This topic describes the monitoring and alerting process in Realtime Compute for Apache Flink and how to create alert rules in Realtime Compute for Apache Flink.
Introduction to CloudMonitor
CloudMonitor helps you collect the monitoring metrics of cloud resources or other custom monitoring metrics, check service availability, and configure alerts based on these monitoring metrics. CloudMonitor helps you view the cloud resource usage, business information, and service health status. In addition, you can receive alerts and respond to these alerts at the earliest opportunity to keep your applications running properly.
Create alert rules
For more information about how to create an alert rule, see Configure alert rules.Monitoring items of Realtime Compute for Apache Flink
Monitoring item | Unit | Metric | Dimensions | Statistics |
---|---|---|---|---|
Service delay | s | inputDelay | userId, regionId, projectName, and jobName | Average |
Read records per second (RPS) | RPS | ParserTpsRate | userId, regionId, projectName, and jobName | Average |
Write RPS | RPS | SinkOutTpsRate | userId, regionId, projectName, and jobName | Average |
Failover rate
Note The failover rate is the average number of failovers per second in the last minute.

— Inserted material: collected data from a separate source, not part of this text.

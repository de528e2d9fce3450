// Electrode surfaces against their defining equations.
import { describe, expect, it } from 'vitest';
import * as THREE from 'three';
import { buildElectrodes, ROUND_ROD_RATIO } from '../../render/scene3d/electrodes.js';
import type { PlacedStage } from '../../render/scene3d/runInput.js';

const quad: PlacedStage = { type: 'quadrupole', zStart: 0, zEnd: 0.1, r0: 4e-3 };
const trap: PlacedStage = { type: 'trap', zStart: 0, zEnd: 2 * 7.07e-3, r0: 10e-3, z0: 7.07e-3, aperture: 1e-3 };

function worldVertices(root: THREE.Object3D, filter: (m: THREE.Mesh) => boolean): THREE.Vector3[] {
  root.updateMatrixWorld(true);
  const out: THREE.Vector3[] = [];
  root.traverse((o) => {
    const m = o as THREE.Mesh;
    if (!m.isMesh || !filter(m)) return;
    const pos = m.geometry.getAttribute('position');
    for (let i = 0; i < pos.count; i++) out.push(new THREE.Vector3().fromBufferAttribute(pos, i).applyMatrix4(m.matrixWorld));
  });
  return out;
}

describe('quadrupole rods', () => {
  it('hyperbolic faces lie on x² − y² = ±r0² and no rod comes closer to the axis than r0', () => {
    // Dawson (1976) ch. 2: the ideal electrodes are the equipotentials x² − y² = ±r0².
    const r0 = 4; // mm
    const g = buildElectrodes([quad], { rods: 'hyperbolic' });
    const pts = worldVertices(g, () => true);
    let onFace = 0;
    for (const p of pts) {
      const rho = Math.hypot(p.x, p.y);
      expect(rho).toBeGreaterThanOrEqual(r0 * (1 - 1e-6));
      const h = Math.abs(Math.abs(p.x * p.x - p.y * p.y) - r0 * r0);
      // Float32 positions: relative error ~1e-7 of x² ≈ 30 mm², so 1e-4 mm² is far above rounding.
      if (h < 1e-4) onFace++;
    }
    // 29 face samples × 2 ends × (side wall + end cap) per rod at least.
    expect(onFace).toBeGreaterThanOrEqual(4 * 29 * 2);
    expect(g.getObjectByName('rod +x')).toBeDefined();
  });

  it('round rods have radius 1.1468·r0 and their surface starts at r0 from the axis', () => {
    // Denison, J. Vac. Sci. Technol. 8, 266 (1971) ratio (value from memory).
    const r0 = 4;
    const g = buildElectrodes([quad], { rods: 'cylindrical' });
    const pts = worldVertices(g, (m) => m.name === 'rod +x');
    const R = ROUND_ROD_RATIO * r0, cx = r0 + R;
    let minRho = Infinity;
    for (const p of pts) {
      if (Math.abs(Math.hypot(p.x - cx, p.y) - R) > 1e-4 && Math.hypot(p.x - cx, p.y) > 1e-4) {
        throw new Error(`vertex off the cylinder: ${p.x}, ${p.y}`);
      }
      minRho = Math.min(minRho, Math.hypot(p.x, p.y));
    }
    expect(minRho).toBeCloseTo(r0, 4);
  });

  it('the rod toward the viewer becomes an outline when the view is opened', () => {
    const g = buildElectrodes([quad], { rods: 'hyperbolic', cutAzimuth: Math.PI });
    expect(g.getObjectByName('rod −x (outline)')).toBeDefined();
    expect(g.getObjectByName('rod +x')).toBeDefined();
  });
});

describe('trap electrodes (LatheGeometry of the hyperbolae)', () => {
  // March & Todd (2005) ch. 2: ring r² − 2z² = r0², end caps 2z² − r² = 2z0² (about the trap centre).
  const r0 = 10, z0 = 7.07, zc = z0;
  const g = buildElectrodes([trap], { rods: 'hyperbolic' });

  it('ring face vertices satisfy r² − 2z² = r0²', () => {
    const pts = worldVertices(g, (m) => m.name === 'ring');
    const onFace = pts.filter((p) => Math.abs(p.x * p.x + p.y * p.y - 2 * (p.z - zc) ** 2 - r0 * r0) < 1e-3);
    // 49 profile points × 73 meridians on the face; Float32 error of r² ≈ 100 mm² is ~1e-5.
    expect(onFace.length).toBeGreaterThanOrEqual(49 * 73);
    for (const p of pts) expect(Math.hypot(p.x, p.y)).toBeGreaterThanOrEqual(r0 * (1 - 1e-6));
  });

  it('end-cap face vertices satisfy 2z² − r² = 2z0², one cap on each side', () => {
    for (const [name, sign] of [['end cap +z', 1], ['end cap −z', -1]] as const) {
      const pts = worldVertices(g, (m) => m.name === name);
      const onFace = pts.filter((p) => Math.abs(2 * (p.z - zc) ** 2 - (p.x * p.x + p.y * p.y) - 2 * z0 * z0) < 1e-3);
      expect(onFace.length).toBeGreaterThanOrEqual(41 * 73);
      for (const p of onFace) expect(Math.sign(p.z - zc)).toBe(sign);
      // Nearest cap point to the centre along the axis is z0 (within the hole radius 1 mm: √(z0² + 0.5)).
      const nearest = Math.min(...onFace.map((p) => Math.abs(p.z - zc)));
      expect(nearest).toBeCloseTo(Math.sqrt(z0 * z0 + 0.5), 3);
    }
  });

  it('cutting a wedge toward the viewer removes the vertices on that side and adds section faces', () => {
    const cut = buildElectrodes([trap], { rods: 'hyperbolic', cutAzimuth: 0 });
    const pts = worldVertices(cut, (m) => m.name === 'ring');
    // The wedge is ±45° about +x: no ring vertex strictly inside it.
    const inside = pts.filter((p) => Math.abs(Math.atan2(p.y, p.x)) < Math.PI / 4 - 1e-3);
    expect(inside.length).toBe(0);
    expect(cut.getObjectByName('section')).toBeDefined();
  });
});
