// Small run folders for the 3D renderer's tests and benchmark. The trajectories integrate the
// Mathieu equation u'' + (a − 2q cos 2ξ) u = 0, ξ = Ωt/2 (N. W. McLachlan, "Theory and Application
// of Mathieu Functions" (1947), eq. 2.10 form; DESIGN.md a/q conventions) with classical RK4, so
// stable ions oscillate and unstable ones grow and strike the rods. The numbers are demo values of
// the fictional Skerry QF-4 filter and Skerry T-7 trap.

import { RunFolderWriter } from '../../sim/runfolder/index.js';

export type FixtureKind = 'filter' | 'trap' | 'tof';

export interface FixtureOptions { ions: number; points: number; kind: FixtureKind }

/** Deterministic uniform numbers for fixtures (Park–Miller minimal standard, CACM 31 (1988) 1192). */
function lcg(seed: number) {
  let s = seed % 2147483647 || 1;
  return () => (s = (s * 48271) % 2147483647) / 2147483647;
}

/** One Mathieu solution sampled at n points over ξ ∈ [0, ξmax]; RK4 with 40 steps per sample. */
function mathieu(a: number, q: number, u0: number, du0: number, xiMax: number, n: number, out: Float64Array): void {
  let u = u0, v = du0, xi = 0;
  const sub = 40, h = xiMax / ((n - 1) * sub);
  const f = (x: number, uu: number) => -(a - 2 * q * Math.cos(2 * x)) * uu;
  out[0] = u;
  for (let i = 1; i < n; i++) {
    for (let s = 0; s < sub; s++) {
      const k1u = v, k1v = f(xi, u);
      const k2u = v + 0.5 * h * k1v, k2v = f(xi + 0.5 * h, u + 0.5 * h * k1u);
      const k3u = v + 0.5 * h * k2v, k3v = f(xi + 0.5 * h, u + 0.5 * h * k2u);
      const k4u = v + h * k3v, k4v = f(xi + h, u + h * k3u);
      u += (h / 6) * (k1u + 2 * k2u + 2 * k3u + k4u);
      v += (h / 6) * (k1v + 2 * k2v + 2 * k3v + k4v);
      xi += h;
    }
    out[i] = u;
  }
}

export async function makeRunFolder(dir: string, opts: FixtureOptions): Promise<string> {
  const rnd = lcg(12345);
  const { ions: N, points: P, kind } = opts;
  const mzList = kind === 'trap' ? [100, 150, 250] : [69, 131, 219, 264, 414, 502, 614];
  const ion = new Int32Array(N), mz = new Float64Array(N), charge = new Int32Array(N).fill(1);
  const fate: string[] = [];
  const tI = new Int32Array(N * P), t = new Float64Array(N * P);
  const x = new Float64Array(N * P), y = new Float64Array(N * P), z = new Float64Array(N * P);
  const zero = new Float64Array(N * P);
  // Axial speed of each point (the TOF fixture moves at constant speed after its gap; others 0).
  const vzAll = new Float64Array(N * P);
  const ux = new Float64Array(P), uy = new Float64Array(P), uz = new Float64Array(P);
  const r0 = kind === 'trap' ? 10e-3 : 4e-3, z0 = 7.07e-3;
  const L = 0.12, drift = 0.04, rfHz = 1.1e6;
  const stages = kind === 'trap'
    ? [{ type: 'trap', length: 2 * z0, r0, z0, aperture: 1e-3, rf: { amplitude: 900, frequency: rfHz, phase: 0 }, dc: 0 }]
    : kind === 'tof'
      ? [{ type: 'accelerate', length: 0.01, voltage: 2000, aperture: 6e-3 }, { type: 'drift', length: 0.3, aperture: 12e-3 }]
      : [{ type: 'quadrupole', length: L, r0, rf: { amplitude: 600, frequency: rfHz, phase: 0 }, dc: 100 }, { type: 'drift', length: drift }];
  for (let i = 0; i < N; i++) {
    ion[i] = i;
    mz[i] = mzList[i % mzList.length];
    const sx = (rnd() - 0.5) * 1.0e-3, sy = (rnd() - 0.5) * 1.0e-3;
    const o = i * P;
    let f = 'detected';
    if (kind === 'filter') {
      // Scan line a/q = 0.3: species near m/z 219–264 sit inside the first region, others outside.
      const q = 0.706 * 240 / mz[i], a = 0.3 * q;
      mathieu(a, q, sx, (rnd() - 0.5) * 2e-4, 260, P, ux);
      mathieu(-a, -q, sy, (rnd() - 0.5) * 2e-4, 260, P, uy);
      let end = P;
      for (let k = 0; k < P; k++) if (Math.hypot(ux[k], uy[k]) > r0) { end = k + 1; f = 'hit'; break; }
      for (let k = 0; k < P; k++) {
        const kk = Math.min(k, end - 1);
        tI[o + k] = i; t[o + k] = (kk / (P - 1)) * 60e-6;
        x[o + k] = ux[kk]; y[o + k] = uy[kk]; z[o + k] = (kk / (P - 1)) * (L + drift);
      }
      if (end < P) for (let k = end; k < P; k++) { t[o + k] = t[o + end - 1] + (k - end + 1) * 1e-12; }
    } else if (kind === 'trap') {
      const qz = 0.3 + 0.5 * (100 / mz[i]), az = 0;
      mathieu(-az / 2, -qz / 2, sx * 3, 0, 400, P, ux);
      mathieu(-az / 2, -qz / 2, sy * 3, 0, 400, P, uy);
      mathieu(az, qz, (rnd() - 0.5) * 4e-3, 0, 400, P, uz);
      f = 'alive';
      for (let k = 0; k < P; k++) {
        tI[o + k] = i; t[o + k] = (k / (P - 1)) * 200e-6;
        x[o + k] = ux[k]; y[o + k] = uy[k]; z[o + k] = z0 + uz[k];
      }
    } else {
      const vz = Math.sqrt((2 * 2000 * 1.602e-19) / (mz[i] * 1.6605e-27));
      for (let k = 0; k < P; k++) {
        tI[o + k] = i; t[o + k] = (k / (P - 1)) * 0.31 / vz;
        x[o + k] = sx + (k / P) * sx; y[o + k] = sy + (k / P) * sy; z[o + k] = (k / (P - 1)) * 0.31;
        vzAll[o + k] = vz;
      }
    }
    fate.push(f);
  }
  const w = await RunFolderWriter.create(dir, { force: true });
  const z0s = () => new Float64Array(N);
  w.appendIons({
    ion, population: new Int32Array(N), mz, charge,
    x0: z0s(), y0: z0s(), z0: z0s(), vx0: z0s(), vy0: z0s(), vz0: z0s(),
    fate, end_time: z0s(), end_x: z0s(), end_y: z0s(), end_z: z0s(),
    end_vx: z0s(), end_vy: z0s(), end_vz: z0s(), end_ke_ev: z0s(), end_stage: new Int32Array(N), collisions: z0s(),
  });
  // Several record batches, as the engine streams them (an ion may span two batches).
  const chunk = Math.max(1, Math.floor((N * P) / 3));
  for (let a = 0; a < N * P; a += chunk) {
    const b = Math.min(N * P, a + chunk);
    w.appendTrajectory({ ion: tI.subarray(a, b), t: t.subarray(a, b), x: x.subarray(a, b), y: y.subarray(a, b), z: z.subarray(a, b), vx: zero.subarray(a, b), vy: zero.subarray(a, b), vz: vzAll.subarray(a, b) });
  }
  const names = { filter: 'Skerry QF-4 m/z 219–264 window', trap: 'Skerry T-7 storage at q_z 0.3–0.8', tof: 'Skerry LT-1 flight tube' };
  const count = (f: string) => fate.filter((v) => v === f).length;
  await w.finish({
    complete: true, scene_name: names[kind],
    ions: { total: N, detected: count('detected'), hit: count('hit'), alive: count('alive') },
    species: [], stats: { steps: 0, wall_s: 0 }, warnings: [],
    provenance: {
      tool_version: '0.1.0', scene: { name: names[kind], seed: 7, stages }, scene_file: `scenes/skerry-${kind}.yaml`,
      seed: 7, command_line: 'test fixture', integrator: { name: 'rk4' }, workers: 1, started_at: '2026-01-01T00:00:00Z',
    },
    units: { length: 'm', time: 's' },
  });
  return dir;
}
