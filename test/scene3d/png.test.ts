// Software-rendered PNGs checked structurally: size, non-blank drawing area, the legend's colours
// present where trajectories are, presets that differ, same input ⇒ same bytes.
import { mkdtempSync, rmSync } from 'node:fs';
import { tmpdir } from 'node:os';
import { join } from 'node:path';
import { afterAll, beforeAll, describe, expect, it } from 'vitest';
import { createCanvas, loadImage } from '@napi-rs/canvas';
import { renderPng, MARGINS } from '../../render/scene3d/png.js';
import { readRunView, type RunView } from '../../render/scene3d/runInput.js';
import { FATE_COLORS, BACKGROUND_TOP, BACKGROUND_BOTTOM, valueRamp } from '../../render/scene3d/palette.js';
import { parseCameraName } from '../../render/scene3d/cameras.js';
import { makeRunFolder } from './fixtures.js';

let tmp: string;
let filter: RunView;
let trap: RunView;

beforeAll(async () => {
  tmp = mkdtempSync(join(tmpdir(), 'iontrail-scene3d-'));
  filter = await readRunView(await makeRunFolder(join(tmp, 'filter'), { kind: 'filter', ions: 40, points: 300 }));
  trap = await readRunView(await makeRunFolder(join(tmp, 'trap'), { kind: 'trap', ions: 12, points: 300 }));
});
afterAll(() => rmSync(tmp, { recursive: true, force: true }));

async function pixels(png: Buffer) {
  const img = await loadImage(png);
  const c = createCanvas(img.width, img.height);
  const ctx = c.getContext('2d');
  ctx.drawImage(img, 0, 0);
  return { w: img.width, h: img.height, data: ctx.getImageData(0, 0, img.width, img.height).data };
}

/** Pixels of the drawing area that differ from the background gradient by more than 12/255. */
function nonBackground(p: { w: number; h: number; data: Uint8ClampedArray }): number {
  let n = 0;
  for (let y = MARGINS.top; y < p.h - MARGINS.bottom; y++) {
    const f = y / (p.h - 1);
    const bg = [0, 1, 2].map((c) => 255 * (BACKGROUND_TOP[c] + (BACKGROUND_BOTTOM[c] - BACKGROUND_TOP[c]) * f));
    for (let x = MARGINS.left; x < p.w - MARGINS.right; x++) {
      const i = 4 * (y * p.w + x);
      if (Math.abs(p.data[i] - bg[0]) + Math.abs(p.data[i + 1] - bg[1]) + Math.abs(p.data[i + 2] - bg[2]) > 12) n++;
    }
  }
  return n;
}

/** Pixels within `tol` (sum of channel differences) of colour c. */
function near(p: { data: Uint8ClampedArray }, c: readonly number[], tol: number): number {
  let n = 0;
  for (let i = 0; i < p.data.length; i += 4) {
    if (Math.abs(p.data[i] - 255 * c[0]) + Math.abs(p.data[i + 1] - 255 * c[1]) + Math.abs(p.data[i + 2] - 255 * c[2]) < tol) n++;
  }
  return n;
}

describe('3D PNG', () => {
  it('is a PNG of the requested size with a drawn scene (PNG spec, ISO/IEC 15948: signature and IHDR)', async () => {
    const r = renderPng(filter, { camera: 'iso', color: 'fate', rods: 'hyperbolic', width: 900, height: 560 });
    expect([...r.png.subarray(0, 8)]).toEqual([0x89, 0x50, 0x4e, 0x47, 0x0d, 0x0a, 0x1a, 0x0a]);
    expect(r.png.readUInt32BE(16)).toBe(900);
    expect(r.png.readUInt32BE(20)).toBe(560);
    const p = await pixels(r.png);
    // Electrodes of a 160 mm long instrument fill a good part of the area: at least 5 % of it.
    const area = (900 - MARGINS.left - MARGINS.right) * (560 - MARGINS.top - MARGINS.bottom);
    expect(nonBackground(p)).toBeGreaterThan(0.05 * area);
    expect(r.triangles).toBeGreaterThan(100);
  });

  it('colours by fate with the legend colours: detected and struck ions both appear', async () => {
    const r = renderPng(filter, { camera: 'side', color: 'fate', rods: 'hyperbolic', width: 900, height: 560 });
    const p = await pixels(r.png);
    // Lines are blended (opacity < 1, anti-aliased), so allow 60/765 of channel difference; the
    // legend swatches alone give about 3 × 16 = 48 pixels, so require clearly more than that.
    expect(near(p, FATE_COLORS.detected, 60)).toBeGreaterThan(200);
    expect(near(p, FATE_COLORS.hit, 60)).toBeGreaterThan(200);
  });

  it('by time of flight (the default): both ends of the colour bar appear along the trajectories, and struck ions end in crosses of the hit colour', async () => {
    const r = renderPng(filter, { camera: 'side', color: 'time', rods: 'hyperbolic', width: 900, height: 560 });
    const p = await pixels(r.png);
    // The colour bar alone is 240 × 11 px spread over the whole map (≈ 10 columns per end colour,
    // 110 pixels); the trajectories add far more of the early (dark) and late colours.
    expect(near(p, valueRamp(0) as number[], 60)).toBeGreaterThan(300);
    expect(near(p, valueRamp(1) as number[], 60)).toBeGreaterThan(300);
    // The value map holds no red, so hit-coloured pixels come only from the crosses (fixture: most
    // ions outside the m/z 219–264 window strike the rods).
    // The trap fixture's ions all stay alive: no crosses, only the red x of the axis triad.
    const none = renderPng(trap, { camera: 'side', color: 'time', rods: 'hyperbolic', width: 900, height: 560 });
    const triadOnly = near(await pixels(none.png), FATE_COLORS.hit, 60);
    expect(triadOnly).toBeLessThan(60);
    // Each cross is two 6 px arms about 1.3 px wide: ≥ 10 pixels each, and many ions struck.
    expect(near(p, FATE_COLORS.hit, 60)).toBeGreaterThan(triadOnly + 100);
  });

  it('the three presets give different pictures and each one shows the trap', async () => {
    const seen = new Set<string>();
    for (const camera of ['iso', 'axial', 'side'] as const) {
      const r = renderPng(trap, { camera, color: 'mz', rods: 'hyperbolic', width: 640, height: 420 });
      seen.add(r.png.toString('base64'));
      expect(nonBackground(await pixels(r.png))).toBeGreaterThan(5000);
    }
    expect(seen.size).toBe(3);
  });

  it('same run and options give the same bytes', () => {
    const a = renderPng(trap, { camera: 'iso', color: 'mz', rods: 'cylindrical', width: 640, height: 420 });
    const b = renderPng(trap, { camera: 'iso', color: 'mz', rods: 'cylindrical', width: 640, height: 420 });
    expect(Buffer.compare(a.png, b.png)).toBe(0);
  });

  it('an unknown camera name is a one-line error naming the choices', () => {
    expect(() => parseCameraName('top')).toThrow(/unknown camera 'top'.*iso\|axial\|side/);
  });
});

For example, if one failover occurred in the last minute, the failover rate is 0.01667
(1/60 = 0.01667).
|
% | TaskFailoverRate | userId, regionId, projectName, and jobName | Average |
Processing delay | s | FetchedDelay | userId, regionId, projectName, and jobName | Average |
View monitoring metrics
- Log on to the Realtime Compute development platform.
- In the top navigation bar, click Administration.
- On the Administration page, click the name of the job for which you want to view monitoring metrics.
- In the upper-right corner of the page, choose .
- On the page that appears, view the monitoring metrics of the job.